Animal Models for Studying Chikungunya Virus (CHIKV) Infection
Understanding CHIKV infection requires diverse animal models to accurately replicate the virus's impact and to aid in the development of treatments and vaccines.
Rodent Models
1. Wild-Type Rodents
C57BL/6J Mice:
- Age Variations: Studies use mice from newborns to 48 weeks old.
- Virus Dose Variations: CHIKV inoculation ranges from 10² to 10⁸ plaque-forming units (pfu)/ml.
- Observations: Models display diverse outcomes depending on age and virus dose:
- Young Mice (14-day-old): Develop gross swelling and severe tenosynovitis when inoculated in the foot.
- 3-Week-Old Mice: Maintain high levels of viral RNA for up to 98 days post-infection.
- 8-Week-Old Mice: Replicate virus particles only until 9 days post-infection.
- 18-Month-Old Mice: Show prolonged viremia and severe joint pathology.
- Resistance Variation: Older mice may show increased resistance or different disease progression compared to younger ones.
Historic Models:
- Ross’s 1950s Study: Observed lethality in 6-day-old Albino Swiss mice after intracerebral virus administration.
2. Genetically Modified Rodent Models
Single-Gene Knockout Mice:
- C1q−/− or FcRγ−/− Mice: Used to study CHIKV-induced arthritis.
- ISG15−/− Mice: Exhibit increased susceptibility to CHIKV infection.
- Double Knockout Mice (UbE1L−/− and ISG15−/−): Show increased cytokines and lethality.
- Sting-deficient Mice (Stinggt/gt): Exhibit increased immune cells in muscle and synovial cavities.
- IFN-α/βR−/− Mice: More susceptible to CHIKV infections despite preserved immune responses.
Special Strains:
- Rag1 KO Mice: Exhibit persistent virus in joint-associated tissues.
- Irf3−/− Irf7−/− dKO Mice: Develop disease independent of Irf3, Irf7, and IFNAR1 pathways.
- TLR and IFNAR Knockouts: Studies on TLR3−/−, TLR3/7/9−/−, TLR9−/−, and IFNAR−/− mice show varying roles of innate immune responses.
Non-Human Primate (NHP) Models
1. Rhesus Macaques (Macaca mulatta)
- Early Studies (1960s): Showed neutralizing antibodies and clinical symptoms after infection.
- Infection Studies:
- Viremia Duration: Detected for at least 6 days with peak levels 1-2 days post-infection.
- Clinical Symptoms: Include fever and rash, with a peak immune response around 21 days post-infection.
- Aging Effects: Older macaques showed significant differences in viremia and immune responses compared to younger ones, highlighting immune senescence.
2. Other Macaque Species
- Bonnet Macaques (Macaca radiata) and Cynomolgus Macaques (Macaca fascicularis): Used to study age-related effects and pregnancy outcomes.
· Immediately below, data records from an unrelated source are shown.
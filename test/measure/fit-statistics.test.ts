// Parameter statistics of a fit: the inverse of a symmetric matrix against its closed form, and the
// standard errors of a straight-line fit against the textbook formulas σ_a² = σ²·Σt²/(nΣt² − (Σt)²),
// σ_b² = σ²·n/(nΣt² − (Σt)²) (Press et al., Numerical Recipes, 3rd ed., 2007, §15.2).

import { describe, expect, it } from 'vitest';
import { invertSymmetric, parameterStatistics } from '../../src/measure/fit-statistics.js';

describe('invertSymmetric', () => {
  it('the inverse of [[4, 2], [2, 3]] is [[3, −2], [−2, 4]]/8', () => {
    const inv = invertSymmetric(Float64Array.of(4, 2, 2, 3), 2)!;
    [3 / 8, -2 / 8, -2 / 8, 4 / 8].forEach((v, i) => expect(inv[i]).toBeCloseTo(v, 14));
  });
  it('a singular matrix has none', () => {
    expect(invertSymmetric(Float64Array.of(1, 1, 1, 1), 2)).toBeUndefined();
    expect(invertSymmetric(Float64Array.of(0, 0, 0, 1), 2)).toBeUndefined();
  });
  it('columns of very different size: diag(1e-20, 1e20)', () => {
    const inv = invertSymmetric(Float64Array.of(1e-20, 0, 0, 1e20), 2)!;
    expect(inv[0]).toBeCloseTo(1e20, -6);
    expect(inv[3]).toBeCloseTo(1e-20, 34);
  });
});

describe('parameterStatistics', () => {
  it('a straight line y = a + b·t: standard errors as the closed form, influence the largest |∂r|', () => {
    // Residuals laid out as complex pairs: real parts are the line's residuals, imaginary parts zero.
    const t = [0, 1, 2, 3, 4, 5];
    const noise = [0.1, -0.2, 0.05, 0.15, -0.1, 0.0];
    const n = t.length;
    const m = 2 * n;
    const jacobian = new Float64Array(m * 2);
    const residual = new Float64Array(m);
    t.forEach((ti, i) => {
      jacobian[i] = 1;
      jacobian[m + i] = ti;
      residual[i] = noise[i];
    });
    const cost = noise.reduce((s, e) => s + e * e, 0) / 2;
    const stats = parameterStatistics({ x: new Float64Array(2), cost, residual, jacobian, iterations: 0 }, n, 2);
    const sigma2 = (2 * cost) / (m - 2);
    const st = t.reduce((s, v) => s + v, 0);
    const stt = t.reduce((s, v) => s + v * v, 0);
    const det = n * stt - st * st;
    expect(stats.standardError[0]).toBeCloseTo(Math.sqrt((sigma2 * stt) / det), 14);
    expect(stats.standardError[1]).toBeCloseTo(Math.sqrt((sigma2 * n) / det), 14);
    expect(Array.from(stats.influence)).toEqual([1, 5]);
    expect(stats.strongest).toEqual(['low-end', 'high-end']);
  });
});
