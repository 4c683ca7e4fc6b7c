// The least-squares problem of one model and one sweep (src/measure/model-fit.ts), checked against numbers
// made in the test: synthetic sweeps of element trees by complex.js (synthetic.ts), the residual
// ln(Z_model/Z_measured) and its cost ½‖r‖² evaluated here with complex.js's log, and the nested-model
// F-test (Press et al., Numerical Recipes, 3rd ed., 2007, §14.2, §15.6) recomputed from those costs.
// Part values invented.

import { describe, expect, it } from 'vitest';
import { Complex } from 'complex.js';
import { capacitor, inductor, parallel, resistor, series } from '../../src/circuit/element.js';
import { activeIndices, ModelFit, NEEDED_CHI2 } from '../../src/measure/model-fit.js';
import { logFrequencies, synthesise, type SyntheticSweep } from './synthetic.js';

/** The capacitor kind's topology written out: esr + jω·esl + 1/(1/epr + jωC), epr left out when absent. */
function capacitorZ(w: number, v: ArrayLike<number>, on: readonly boolean[]): Complex {
  const [c, esr, esl, epr] = [v[0], v[1], v[2], v[3]];
  const y = new Complex(on[3] ? 1 / epr : 0, w * c);
  return y.inverse().add(new Complex(on[1] ? esr : 0, on[2] ? w * esl : 0));
}

/** ½ Σ |ln(Z_model/Z_measured)|² over the sweep, with complex.js. */
function referenceCost(sweep: SyntheticSweep, values: ArrayLike<number>, on: readonly boolean[]): number {
  let sum = 0;
  sweep.frequencies.forEach((f, i) => {
    const ratio = capacitorZ(2 * Math.PI * f, values, on).div(new Complex(sweep.re[i], sweep.im[i]));
    const r = ratio.log();
    sum += r.re * r.re + r.im * r.im;
  });
  return sum / 2;
}

const ALL = [true, true, true, true];
const NO_EPR = [true, true, true, false];
const frequencies = logFrequencies(1e2, 1e9, 141);
// 4.7 µF, 6 mΩ, 0.7 nH, with a 20 kΩ leak that shows below a few hundred hertz.
const truth = [4.7e-6, 6e-3, 0.7e-9, 20e3];
const leaky = series(resistor(truth[1]), inductor(truth[2]), parallel(capacitor(truth[0]), resistor(truth[3])));
const tight = series(resistor(truth[1]), inductor(truth[2]), capacitor(truth[0]));

describe('ModelFit', () => {
  it('recovers every parameter of a noise-free sweep from a start off by factors of 2 to 5', () => {
    const sweep = synthesise(leaky, frequencies);
    const fit = new ModelFit('capacitor', sweep);
    expect(fit.points).toBe(frequencies.length);
    const solved = fit.solveFromStarts(ALL, [Float64Array.of(2e-6, 30e-3, 2e-9, 100e3)]);
    truth.forEach((v, i) => expect(Math.abs(solved.values[i] / v - 1), `parameter ${i}`).toBeLessThan(1e-6));
    expect(solved.solution.cost).toBeLessThan(1e-20);
  });

  it('its cost is ½‖ln(Z_model/Z_measured)‖² at the values it returns, on a noisy sweep', () => {
    const sweep = synthesise(leaky, frequencies, { db: 0.05, deg: 0.3, seed: 7 });
    const fit = new ModelFit('capacitor', sweep);
    for (const on of [ALL, NO_EPR, [true, true, false, false]]) {
      const solved = fit.solveFromStarts(on, [Float64Array.from(truth)]);
      const reference = referenceCost(sweep, solved.values, on);
      expect(Math.abs(solved.solution.cost / reference - 1), on.join()).toBeLessThan(1e-9);
      // A parameter that is off keeps its start value.
      on.forEach((o, i) => {
        if (!o) expect(solved.values[i]).toBe(truth[i]);
      });
    }
  });

  it('solveFromStarts keeps the start whose fit costs least', () => {
    const sweep = synthesise(leaky, frequencies, { db: 0.05, deg: 0.3, seed: 11 });
    const fit = new ModelFit('capacitor', sweep);
    const starts = [Float64Array.of(1e-9, 1, 1e-12, 1e9), Float64Array.from(truth)];
    // One step from a far start cannot reach the minimum; from the true values it is already there.
    const each = starts.map((s) => fit.solveFromStarts(ALL, [s], 1));
    const both = fit.solveFromStarts(ALL, starts, 1);
    const least = Math.min(...each.map((s) => s.solution.cost));
    expect(each[0].solution.cost).toBeGreaterThan(each[1].solution.cost);
    expect(both.solution.cost).toBe(least);
    expect(Math.abs(referenceCost(sweep, both.values, ALL) / least - 1)).toBeLessThan(1e-9);
  });

  describe('neededOn: the χ² test at the 0.1 % point (10.83, one degree of freedom)', () => {
    // The statistic recomputed here from the costs at the values each fit returns.
    function statistic(sweep: SyntheticSweep, full: ArrayLike<number>, reduced: ArrayLike<number>): number {
      const cFull = referenceCost(sweep, full, ALL);
      const cReduced = referenceCost(sweep, reduced, NO_EPR);
      const variance = (2 * cFull) / (2 * frequencies.length - activeIndices(ALL).length);
      return (2 * (cReduced - cFull)) / variance;
    }

    for (const seed of [1, 2, 3]) {
      it(`a leak the sweep shows is needed; one it does not show is not (noise seed ${seed})`, () => {
        const noise = { db: 0.05, deg: 0.3, seed };
        for (const [element, expected] of [
          [leaky, true],
          [tight, false],
        ] as const) {
          const sweep = synthesise(element, frequencies, noise);
          const fit = new ModelFit('capacitor', sweep);
          // The leak's start for the sweep without one: far above what the sweep can see.
          const start = Float64Array.of(truth[0], truth[1], truth[2], expected ? truth[3] : 1e12);
          const needed = fit.neededOn(ALL, NO_EPR, start);
          expect(needed, expected ? 'leaky' : 'tight').toBe(expected);
          const full = fit.solveFromStarts(ALL, [start]);
          const reduced = fit.solveFromStarts(NO_EPR, [start], 40);
          const chi = statistic(sweep, full.values, reduced.values);
          expect(chi >= NEEDED_CHI2).toBe(needed);
          // Far from the threshold either way, so the verdict is not a coin toss.
          if (expected) expect(chi).toBeGreaterThan(3 * NEEDED_CHI2);
          else expect(chi).toBeLessThan(NEEDED_CHI2);
        }
      });
    }
  });
});

describe('activeIndices', () => {
  it('lists the positions that are on, in order', () => {
    expect(activeIndices([true, false, true, true])).toEqual([0, 2, 3]);
    expect(activeIndices([false, false])).toEqual([]);
  });
});
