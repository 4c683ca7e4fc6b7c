// The option line of a Touchstone file, as the Touchstone File Format Specification 2.0 (IBIS Open Forum,
// 2009, "Option Line") defines it: "# <frequency unit> <parameter> <format> R <n>", fields in any order and
// letter case, each optional, defaults GHz, S, MA and R 50.

import { describe, expect, it } from 'vitest';
import { DEFAULT_OPTIONS, readOptionLine } from '../../src/measure/touchstone-options.js';
import { tokensOf } from '../../src/measure/touchstone-tokens.js';

/** The option line's fields after "#", and every problem with its column. */
function read(line: string) {
  const problems: string[] = [];
  const hash = line.indexOf('#');
  const options = readOptionLine(tokensOf(line, hash + 1, line.length, 0), (column, message) => problems.push(`${column}: ${message}`));
  return { options, problems };
}

describe('readOptionLine', () => {
  it('gives the specification\'s defaults for a bare "#": GHz, S, MA, R 50', () => {
    expect(read('#')).toEqual({ options: { unit: 'GHz', parameter: 'S', format: 'MA', reference: 50 }, problems: [] });
    expect(DEFAULT_OPTIONS).toEqual({ unit: 'GHz', parameter: 'S', format: 'MA', reference: 50 });
  });

  it('reads the fields in any order and letter case', () => {
    expect(read('# Hz Z RI R 1').options).toEqual({ unit: 'Hz', parameter: 'Z', format: 'RI', reference: 1, referenceColumn: 11 });
    expect(read('# r 75 db y mhz').options).toEqual({ unit: 'MHz', parameter: 'Y', format: 'DB', reference: 75, referenceColumn: 3 });
    expect(read('#kHz').options.unit).toBe('kHz');
  });

  it('names an unknown option, a missing or bad resistance and a repeated option, each at its column', () => {
    expect(read('# GHz S MA R').problems).toEqual(['12: expected the reference resistance after R (e.g. R 50), found the end of the line']);
    expect(read('# GHz S MA R -5').problems).toEqual(['14: expected the reference resistance after R, a number above zero in Ω, found "-5"']);
    expect(read('# GHz S MA X 50').problems).toEqual(['12: unknown option "X"; the option line takes Hz, kHz, MHz or GHz; S, Y or Z; MA, DB or RI; R and a resistance']);
    expect(read('# GHz MHz S').problems).toEqual(['7: the option line gives a second frequency unit, "MHz", after "GHz"; give each option once']);
  });

  it('refuses H and G parameters, which the specification allows but are not an impedance', () => {
    expect(read('# GHz H MA').problems).toEqual(['7: hybrid (H) parameters are not read: zfolio takes S, Y or Z parameters, found "H"']);
    expect(read('# GHz g MA').problems).toEqual(['7: inverse hybrid (G) parameters are not read: zfolio takes S, Y or Z parameters, found "g"']);
  });
});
- Pregnancy Studies: Infected pregnant rhesus macaques showed similar viremia dynamics but no detectable virus in fetal tissues or placenta.
3. Vaccine and Immunotherapy Testing:
- Vaccine Candidates: All CHIKV vaccine technologies tested in NHP models, including live-attenuated and virus-like particle vaccines, with results showing similar endpoints to human trials.
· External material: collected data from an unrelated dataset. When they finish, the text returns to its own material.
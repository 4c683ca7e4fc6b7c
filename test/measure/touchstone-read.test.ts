// Reading details the specification's examples do not cover: comments anywhere, line ends, a byte-order
// mark, the Upper matrix format, information blocks, version 2.1, defaults of an absent option line and a
// port count given by the caller (Touchstone File Format Specification 2.0, IBIS Open Forum, 2009).

import { describe, expect, it } from 'vitest';
import { parameterAt } from '../../src/measure/network-data.js';
import { portsFromName, readTouchstone } from '../../src/measure/touchstone-read.js';
import { readNumber } from '../../src/measure/touchstone-tokens.js';

function ok(text: string, file = 'x.s1p', ports?: number) {
  const r = readTouchstone(text, file, { ports });
  if (!r.ok) throw new Error(r.errors.map((e) => `${e.line}:${e.column}: ${e.message}`).join('\n'));
  return r.data;
}

describe('readNumber', () => {
  it.each([
    ['1', 1],
    ['-2.5', -2.5],
    ['+.5', 0.5],
    ['1e3', 1000],
    ['1.5E-3', 0.0015],
    ['7.', 7],
  ])('reads %s', (text, value) => expect(readNumber(text, 0, text.length)).toBe(value));
  it.each(['', '.', '-', 'e5', '1e', '1..2', '0x10', 'Infinity', 'NaN', '1_0', '1,5', '١'])('refuses %j', (text) => expect(readNumber(text, 0, text.length)).toBeNaN());
});

describe('readTouchstone', () => {
  it('without an option line: GHz, S, MA, R 50', () => {
    const d = ok('1 0.5 90\n');
    expect([d.frequencyUnit, d.parameter, d.format, d.reference]).toEqual(['GHz', 'S', 'MA', [50]]);
    expect(d.frequencies[0]).toBe(1e9);
    expect(parameterAt(d, 0, 0, 0)[1]).toBeCloseTo(0.5, 15);
  });

  it('comments anywhere, and a frequency over several lines with comments between', () => {
    const d = ok('# MHz S RI R 50\n1 0.1 0.2 ! S11\n 0.3 0.4 ! S21\n! a whole comment line\n 0.5 0.6 0.7 0.8\n', 'x.s2p');
    expect(Array.from(d.re)).toEqual([0.1, 0.5, 0.3, 0.7]);
    expect(Array.from(d.im)).toEqual([0.2, 0.6, 0.4, 0.8]);
  });

  it('CRLF line ends, tabs and a byte-order mark', () => {
    const d = ok('\ufeff# kHz Z RI R 50\r\n1\t10\t-1\r\n2 20 -2\r\n');
    expect(Array.from(d.frequencies)).toEqual([1e3, 2e3]);
    expect(Array.from(d.re)).toEqual([500, 1000]);
  });

  it('version 1 Y data are normalised to R: Y = y/R', () => {
    const d = ok('# Hz Y RI R 25\n1 0.5 0.25\n');
    expect(parameterAt(d, 0, 0, 0)).toEqual([0.02, 0.01]);
  });

  it('DB format: 20·log10 of the magnitude', () => {
    const d = ok('# Hz S DB R 50\n1 -6.020599913279624 0\n');
    expect(parameterAt(d, 0, 0, 0)[0]).toBeCloseTo(0.5, 14);
  });

  it('the Upper matrix format fills the lower half by symmetry', () => {
    const text = '[Version] 2.0\n# GHz S RI\n[Number of Ports] 3\n[Number of Frequencies] 1\n[Matrix Format] Upper\n[Network Data]\n1 11 0 12 0 13 0\n 22 0 23 0\n 33 0\n[End]\n';
    const d = ok(text, 'x.ts');
    for (let i = 0; i < 3; i++) for (let j = 0; j < 3; j++) expect(parameterAt(d, 0, i, j)[0]).toBe(10 * (Math.min(i, j) + 1) + Math.max(i, j) + 1);
  });

  it('version 2.1 with an information block and letter case of keywords as written', () => {
    const text = '[Version] 2.1\n# MHz Z RI\n[NUMBER OF PORTS] 1\n[Number of  Frequencies] 2\n[Begin Information]\nanything [at all] here\n[End Information]\n[Network Data]\n1 5 0\n2 6 0\n[End]\n! trailing comment\n';
    const d = ok(text, 'x.ts');
    expect(Array.from(d.re)).toEqual([5, 6]);
  });

  it('a version 2 Z file keeps its ohms whatever R says', () => {
    const d = ok('[Version] 2.0\n# Hz Z RI R 75\n[Number of Ports] 1\n[Number of Frequencies] 1\n[Network Data]\n1 10 0\n', 'x.ts');
    expect(parameterAt(d, 0, 0, 0)).toEqual([10, 0]);
    expect(d.reference).toEqual([75]);
  });

  it('a version 1 file not named .sNp reads when the caller gives its port count', () => {
    expect(ok('# Hz Z RI\n1 10 0\n', 'sweep.txt', 1).ports).toBe(1);
  });

  it('a frequency of zero (DC) is data', () => {
    expect(Array.from(ok('# Hz Z RI\n0 10 0\n1 10 0\n').frequencies)).toEqual([0, 1]);
  });

  it('positions of the port count and reference for later messages', () => {
    const d = ok('[Version] 2.0\n# Hz Z RI\n[Number of Ports] 1\n[Number of Frequencies] 1\n[Reference] 20\n[Network Data]\n1 10 0\n', 'x.ts');
    expect([d.at.ports.line, d.at.reference.line]).toEqual([3, 5]);
    expect(Array.from(d.lines)).toEqual([7]);
  });

  it('port counts from names', () => {
    expect([portsFromName('a.s1p'), portsFromName('A.S2P'), portsFromName('b.s12p'), portsFromName('c.ts'), portsFromName('s2p')]).toEqual([1, 2, 12, undefined, undefined]);
  });

  it('a file of many errors lists at most 100 and counts the rest', () => {
    const lines = ['# Hz Z RI'];
    for (let i = 1; i <= 300; i++) lines.push(`${i} x 0`);
    const r = readTouchstone(lines.join('\n'), 'x.s1p');
    expect(r.ok).toBe(false);
    if (!r.ok) {
      expect(r.errors).toHaveLength(101);
      expect(r.errors[100].message).toMatch(/^and \d+ more errors in this file/);
    }
  });
});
- Monoclonal Antibodies: Tested in rhesus macaques, demonstrating protection and reduced viremia.
Prevention of CHIKV Infection
1. Vector Control:
- Mosquito Control: Since there is no vaccine available, controlling mosquito populations remains the most effective preventive measure. This involves:
- Eliminating Breeding Sites: Regularly remove or destroy mosquito breeding sites such as stagnant water in containers, tires, and other receptacles.
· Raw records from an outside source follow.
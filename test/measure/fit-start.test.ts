// Starting values read off noiseless synthetic sweeps (complex.js, test/measure/synthetic.ts): the reactance
// crossing against the closed-form resonance f = 1/(2π√(LC)) (Alexander & Sadiku, Fundamentals of Electric
// Circuits, 6th ed., §14.5) and each start within a factor of two of the truth where the sweep shows it.

import { describe, expect, it } from 'vitest';
import { capacitor as C, inductor as L, parallel, resistor as R, series } from '../../src/circuit/element.js';
import { reactanceCrossing, startingValues } from '../../src/measure/fit-start.js';
import { logFrequencies, synthesise } from './synthetic.js';

const within2 = (got: number, truth: number) => expect(Math.abs(Math.log(got / truth))).toBeLessThan(Math.LN2);

describe('reactanceCrossing', () => {
  it("a capacitor's series resonance, to the sweep's resolution", () => {
    const s = synthesise(series(R(0.018), L(0.45e-9), C(100e-9)), logFrequencies(1e3, 1e9, 601));
    const srf = 1 / (2 * Math.PI * Math.sqrt(0.45e-9 * 100e-9));
    // 100 points a decade: interpolation in ln f is good to far better than the 2.3% step.
    expect(Math.abs(reactanceCrossing(s, true)! / srf - 1)).toBeLessThan(1e-3);
    expect(reactanceCrossing(s, false)).toBeUndefined();
  });
});

describe('startingValues', () => {
  it('capacitor: C, ESR, ESL within a factor of two', () => {
    const [start] = startingValues('capacitor', synthesise(series(R(0.018), L(0.45e-9), parallel(C(100e-9), R(1e7))), logFrequencies(10, 1e9, 401)));
    within2(start[0], 100e-9);
    within2(start[1], 0.018);
    within2(start[2], 0.45e-9);
  });
  it('inductor: L, DCR, Cp, Rp within a factor of two', () => {
    const [start] = startingValues('inductor', synthesise(parallel(series(R(0.05), L(10e-6)), C(5e-12), R(20e3)), logFrequencies(1e3, 1e9, 401)));
    [10e-6, 0.05, 5e-12, 20e3].forEach((v, i) => within2(start[i], v));
  });
  it('bead: Rdc, R, L, C within a factor of two', () => {
    const [start] = startingValues('bead', synthesise(series(R(0.05), parallel(R(600), L(1.2e-6), C(1.5e-12))), logFrequencies(1e5, 3e9, 401)));
    [0.05, 600, 1.2e-6, 1.5e-12].forEach((v, i) => within2(start[i], v));
  });
  it('resistor: R within a factor of two; Ls from an inductive top, Cp from a capacitive one', () => {
    const [inductive] = startingValues('resistor', synthesise(parallel(series(R(10), L(2e-9)), C(0.02e-12)), logFrequencies(1e3, 1e9, 401)));
    within2(inductive[0], 10);
    within2(inductive[1], 2e-9);
    const [capacitive] = startingValues('resistor', synthesise(parallel(R(1e3), C(0.2e-12)), logFrequencies(1e3, 1e8, 401)));
    within2(capacitive[2], 0.2e-12);
  });
});
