def measure_scene(scene, tolerances=None, result=None):
    """Render (unless ``result`` is given) and measure a scene.

    Parameters
    ----------
    scene : Scene
    tolerances : dict, optional
        {quantity: tolerance} overriding the scene's ``measure.*`` keys.
    result : StillResult, optional
        A render of this scene, to avoid rendering again.

    Returns
    -------
    Measurement

    Raises
    ------
    MeasureError
        The field of view does not contain the whole shadow, or nothing is captured.
    """

    tolerances = _tolerances(scene, tolerances)
    analytic, curve, distance = _analytic(scene)
    check_field_of_view(scene, curve)
    if result is None:
        result = render_still(scene, maps=False)   # the fates are all it needs
    h = scene["observer.field_of_view"] / scene["image.width"]
    captured = _captured_pixels(result)
    centre = (float(result.alpha[captured].mean()), float(result.beta[captured].mean()))
    n_directions = scene["measure.directions"]
    measured, boundary = _measured_shadow(scene, centre, n_directions, h)
    checks = _shadow_checks(measured, analytic, tolerances)
    transparent = scene["disk.surface"] == "transparent"
    mask = None
    if transparent:
        mask, check = _pixel_mask_check(captured, h, analytic, tolerances)
        checks.append(check)
    rings = ring_profiles(result.on_disk, result.alpha, result.beta, centre, h) \
        if transparent else {}
    report = {
        "program": "nullray", "version": result.metadata.get("version"),
        "scene": scene.document, "scene_source": scene.source,
        "units": "M (G = c = 1) unless stated; areas in M^2; uas = microarcseconds",
        "conventions": {"alpha": "to the right", "beta": "up",
                        "tolerance_kind": "relative: |measured-analytic|/|analytic|; "
                                          "absolute: |measured-analytic|"},
        "passed": all(c.passed for c in checks),
        "checks": [c.as_dict() for c in checks],
        "shadow": {"measured": measured, "analytic": analytic, "centre": list(centre),
                   "directions": int(n_directions), "bisection_tolerance": BOUNDARY_TOLERANCE,
                   "pixel_mask": mask},
        "rings": {str(n): ring for n, ring in rings.items()},
        "image_moments": _image_moments_by_order(result, scene, h),
        "physical": _physical_sizes(scene, measured, analytic, rings),
        "notes": _notes(scene, analytic, distance, transparent),
    }
    return Measurement(checks=checks, report=report, result=result, boundary=boundary,
                       curve=curve)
- Treating Water Sources: Use larvicides in water sources that cannot be removed.
- Cleaning and Maintenance: Frequently clean and empty containers that hold water.
2. Personal Protection:
- Clothing: Wear long-sleeved shirts and long pants to reduce skin exposure to mosquitoes.
- Repellents: Apply repellents to exposed skin and clothing. Effective repellents include:
- DEET (N,N-diethyl-3-methylbenzamide)
- IR3535 (3-[N-acetyl-N-butyl]-aminopropionic acid ethyl ester)
- Icaridin (1-piperidinecarboxylic acid, 2-(2-hydroxyethyl)-1-methylpropylester)
- Indoor Protection: Use mosquito coils or insecticide vaporizers to reduce mosquito bites indoors.